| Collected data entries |
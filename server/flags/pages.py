"""Browser pages: "Needs attention" (counts, then one page of flags grouped by kind; each plot
loaded when it scrolls into view; acknowledge with a note) and the unit page's installation
form."""

from __future__ import annotations

from dataclasses import dataclass, replace
from datetime import UTC, datetime
from enum import Enum
from typing import Annotated, Any, TypeVar
from urllib.parse import parse_qsl, urlencode, urlsplit

from fastapi import APIRouter, Depends, Form, Request
from fastapi.responses import HTMLResponse, RedirectResponse, Response
from pydantic import ValidationError
from sqlalchemy.orm import Session

from server.accounts.deps import PageTechnician, PageViewer
from server.accounts.models import ROLE_RANK, Role, User
from server.calibrations.pages import blank_form, unit_context
from server.db import RowId, SessionDep
from server.errors import Invalid
from server.flags import attention, service
from server.flags.attention import Section
from server.flags.charts import drift_figure, errors_figure, outlier_figure
from server.flags.models import EventKind, Flag, FlagKind, Severity
from server.flags.panels import EventForm, unit_panels
from server.flags.schemas import EventCreate
from server.fleet.pages import unit_url
from server.fleet.service import get_unit
from server.htmx import is_partial, render
from server.pagination import PageParams, page_params
from server.standards.attention import attention_context

router = APIRouter(include_in_schema=False)
E = TypeVar("E", bound=Enum)

DEFAULT_PER_PAGE = PageParams().per_page
SECTION_TITLES = {
    Section.action: "Act on these",
    Section.warning: "Warnings: signals to watch",
    Section.closed: "Closed: the condition no longer holds",
}
CHART_LABELS = {
    FlagKind.fleet_outlier: "robust z of this unit against its siblings at each probe reading, "
    "with the warning and action lines",
    FlagKind.drift: "deviation of the newest curve from the previous one against reading, with "
    "the drift limit and the simultaneous band",
    FlagKind.failed_acceptance: "residual at each reference value against the allowed error",
    FlagKind.out_of_tolerance_in_service: "as-found error at each reference value against the "
    "allowed error",
}


@dataclass(frozen=True, slots=True)
class AttentionQuery:
    """What the page shows: open flags or all, one kind and/or severity, which page."""

    show: str = "open"
    kind: FlagKind | None = None
    severity: Severity | None = None
    page: int = 1
    per_page: int = DEFAULT_PER_PAGE

    def url(self, **change: Any) -> str:
        """This view with ``change`` applied; defaults are left out of the query string."""
        q = replace(self, **change)
        query = {
            "show": q.show if q.show != "open" else "",
            "kind": str(q.kind or ""),
            "severity": str(q.severity or ""),
            "page": q.page if q.page != 1 else "",
            "per_page": q.per_page if q.per_page != DEFAULT_PER_PAGE else "",
        }
        encoded = urlencode({k: v for k, v in query.items() if v != ""})
        return f"/attention?{encoded}" if encoded else "/attention"


def _choice(enum_type: type[E], value: str, field: str) -> E | None:
    if not value:
        return None
    try:
        return enum_type(value)
    except ValueError:
        choices = ", ".join(m.value for m in enum_type)
        raise Invalid(f"unknown {field} {value!r}; one of: {choices}", field=field) from None


def attention_query(
    page: Annotated[PageParams, Depends(page_params)],
    show: str = "open",
    kind: str = "",
    severity: str = "",
) -> AttentionQuery:
    """The page's query parameters, checked (422 naming the one at fault)."""
    if show not in ("open", "all"):
        raise Invalid("show is 'open' or 'all'", field="show")
    return AttentionQuery(
        show=show,
        kind=_choice(FlagKind, kind, "kind"),
        severity=_choice(Severity, severity, "severity"),
        page=page.page,
        per_page=page.per_page,
    )


def has_chart(flag: Flag) -> bool:
    """Every kind but overdue (whose evidence is a date) has a plot."""
    return flag.kind in CHART_LABELS


def _figure_json(flag: Flag) -> str | None:
    figure = None
    if flag.kind is FlagKind.drift:
        figure = drift_figure(flag.evidence)
    elif flag.kind is FlagKind.fleet_outlier:
        figure = outlier_figure(flag.evidence)
    elif flag.kind in (FlagKind.out_of_tolerance_in_service, FlagKind.failed_acceptance):
        figure = errors_figure(flag.evidence)
    return figure.to_json() if figure is not None else None


def _card(
    flag: Flag, user: User, back: str, error: str | None = None, note: str = ""
) -> dict[str, Any]:
    """One flag as the page shows it: the flag, whether it has a plot (loaded later), the
    acknowledgement form's state and the page to come back to."""
    return {
        "flag": flag,
        "has_chart": has_chart(flag),
        "error": error,
        "note": note,
        "back": back,
        "can_acknowledge": ROLE_RANK[user.role] >= ROLE_RANK[Role.technician],
        "unit_url": unit_url,
    }


def _counts_context(session: Session, query: AttentionQuery) -> dict[str, Any]:
    counts = attention.count_open(session)
    rows = [
        {
            "kind": kind,
            "title": service.TITLES[kind],
            "abbreviation": service.ABBREVIATIONS[kind],
            "action": counts.of(kind, Severity.action),
            "warning": counts.of(kind, Severity.warning),
            "waiting": counts.waiting_of(kind),
        }
        for kind in FlagKind
    ]
    return {
        "count_rows": rows,
        "open_total": counts.of(),
        "action_total": counts.of(severity=Severity.action),
        "warning_total": counts.of(severity=Severity.warning),
        "waiting": counts.waiting_of(),
        "waiting_action": counts.waiting_of(severity=Severity.action),
        # the warnings heading's count: open warnings under the list's kind filter
        "warning_heading_count": counts.of(query.kind, Severity.warning),
        "query": query,
    }


def _list_context(
    session: Session, user: User, query: AttentionQuery, replaced: dict[str, Any] | None = None
) -> dict[str, Any]:
    """One page of flags in sections (open actions, open warnings, closed) of kind groups."""
    flags, total = attention.list_page(
        session,
        PageParams(page=query.page, per_page=query.per_page),
        show_closed=query.show == "all",
        kind=query.kind,
        severity=query.severity,
    )
    back = query.url()
    sections: list[dict[str, Any]] = []
    for flag in flags:
        section = attention.section_of(flag)
        if not sections or sections[-1]["section"] is not section:
            sections.append({"section": section, "title": SECTION_TITLES[section], "groups": []})
        groups = sections[-1]["groups"]
        if not groups or groups[-1]["kind"] is not flag.kind:
            groups.append(
                {
                    "kind": flag.kind,
                    "title": service.TITLES[flag.kind],
                    "abbreviation": service.ABBREVIATIONS[flag.kind],
                    "cards": [],
                }
            )
        card = (replaced or {}).get(str(flag.id)) or _card(flag, user, back)
        groups[-1]["cards"].append(card)
    offset = (query.page - 1) * query.per_page
    last_page = max(1, -(-total // query.per_page))
    return {
        "sections": sections,
        "total": total,
        "first": offset + 1 if flags else 0,
        "last": offset + len(flags),
        "prev_url": query.url(page=min(query.page - 1, last_page)) if query.page > 1 else None,
        "next_url": query.url(page=query.page + 1) if offset + len(flags) < total else None,
        "query": query,
        "flag_titles": service.TITLES,
        "unit_url": unit_url,
        "chart_labels": CHART_LABELS,
    }


def _page_context(
    session: Session, user: User, query: AttentionQuery, replaced: dict[str, Any] | None = None
) -> dict[str, Any]:
    return {
        **_counts_context(session, query),
        **_list_context(session, user, query, replaced),
        **attention_context(session),  # the register's standards due, overdue or suspect
    }


AttentionQueryDep = Annotated[AttentionQuery, Depends(attention_query)]


@router.get("/attention")
def attention_page(
    request: Request, session: SessionDep, user: PageViewer, query: AttentionQueryDep
) -> HTMLResponse:
    """Needs attention: the counts by kind and severity, then one page of flags (open actions,
    then warnings, then closed ones with ``show=all``) grouped by kind; each plot loads when it
    scrolls into view. htmx (the pager) gets the ``list`` block."""
    return render(
        request, "flags/attention.html", block="list", **_page_context(session, user, query)
    )


@router.get("/attention/flags/{flag_id}/chart")
def flag_chart(
    request: Request, flag_id: RowId, session: SessionDep, user: PageViewer
) -> HTMLResponse:
    """One flag's plot: the ``chart`` block for htmx (when its card scrolls into view), else a
    page with the flag and its plot."""
    flag = service.get_flag(session, flag_id)
    return render(
        request,
        "flags/chart.html",
        block="chart",
        flag=flag,
        figure_json=_figure_json(flag),
        chart_label=CHART_LABELS.get(flag.kind, ""),
        flag_title=service.TITLES[flag.kind],
        unit_url=unit_url,
    )


def _back(text: str) -> str:
    """The attention view to return to (a path on this site under /attention, else its start)."""
    return text if text.startswith("/attention") and "//" not in text else "/attention"


@router.post("/attention/flags/{flag_id}/acknowledge")
def acknowledge(
    request: Request,
    flag_id: RowId,
    session: SessionDep,
    user: PageTechnician,
    note: Annotated[str, Form()] = "",
    back: Annotated[str, Form()] = "/attention",
) -> Response:
    """Acknowledge with a note; htmx gets the flag's card back (and the counts, out of band), a
    plain form the page it came from."""
    back = _back(back)
    flag = service.get_flag(session, flag_id)
    try:
        service.acknowledge(session, flag, note, user.name)
    except Invalid as exc:
        session.rollback()
        flag = service.get_flag(session, flag_id)
        card = _card(flag, user, back, error=exc.message, note=note)
        if is_partial(request):
            return render(
                request, "flags/card.html", block="card", status_code=422, oob=False, **card
            )
        query = _query_of(back)
        ctx = _page_context(session, user, query, replaced={str(flag.id): card})
        return render(request, "flags/attention.html", block="list", status_code=422, **ctx)
    session.commit()
    if is_partial(request):
        return render(
            request,
            "flags/card.html",
            block="card",
            oob=True,
            attention_count=service.count_needing_attention(session),
            **_counts_context(session, _query_of(back)),
            **_card(flag, user, back),
        )
    return RedirectResponse(f"{back}#flag-{flag.id}", status_code=303)


def _query_of(url: str) -> AttentionQuery:
    """The attention view an ``AttentionQuery.url`` names (what cannot be read: the default)."""
    params = dict(parse_qsl(urlsplit(url).query))
    try:
        page = PageParams(
            page=max(1, int(params.get("page", 1))),
            per_page=min(500, max(1, int(params.get("per_page", DEFAULT_PER_PAGE)))),
        )
        return attention_query(
            page, params.get("show", "open"), params.get("kind", ""), params.get("severity", "")
        )
    except (ValueError, Invalid):
        return AttentionQuery()


def _event_at(text: str) -> datetime:
    try:
        when = datetime.fromisoformat(text.strip())
    except ValueError:
        raise Invalid("give the date and time (UTC), e.g. 2026-03-14T09:30", field="at") from None
    return when.replace(tzinfo=UTC) if when.tzinfo is None else when


@router.post("/units/{serial}/events")
def add_event(
    request: Request,
    serial: str,
    session: SessionDep,
    user: PageTechnician,
    kind: Annotated[str, Form()] = "",
    location: Annotated[str, Form()] = "",
    at: Annotated[str, Form()] = "",
    note: Annotated[str, Form()] = "",
) -> Response:
    """Install the unit at a location or remove it; back to the unit page (422 with the form to
    fix when it cannot be recorded)."""
    unit = get_unit(session, serial)
    form = EventForm(kind=kind, location=location, at=at, note=note)
    try:
        if kind not in EventKind.__members__:
            raise Invalid("choose installed or removed", field="kind")
        try:
            data = EventCreate(
                kind=EventKind(kind),
                location=location.strip() or None,
                at=_event_at(at),
                note=note.strip() or None,
            )
        except ValidationError as exc:
            first = exc.errors()[0]
            field = ".".join(str(p) for p in first["loc"])
            raise Invalid(f"{field}: {first['msg']}", field=field) from None
        service.create_event(session, unit, data, recorded_by=user.name)
        service.recompute_flags(session, unit.sensor_type, units=[unit])
    except Invalid as exc:
        session.rollback()
        unit = get_unit(session, serial)
        failed = replace(form, error=exc.message, error_field=exc.field)
        ctx = unit_context(unit, user, blank_form(unit, user))
        ctx.update(unit_panels(unit, failed))
        partial = is_partial(request)
        return render(
            request,
            "flags/unit_panels.html" if partial else "units/page.html",
            block="installations" if partial else "unit",
            status_code=422,
            **ctx,
        )
    session.commit()
    target = f"{unit_url(unit.serial)}#installations"
    if is_partial(request):
        return Response(status_code=200, headers={"HX-Redirect": target, "Vary": "HX-Request"})
    return RedirectResponse(target, status_code=303)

| The task |
Every line in the data above that includes the word "installations" should be copied.

| Result of the task |
            block="installations" if partial else "unit",
    target = f"{unit_url(unit.serial)}#installations"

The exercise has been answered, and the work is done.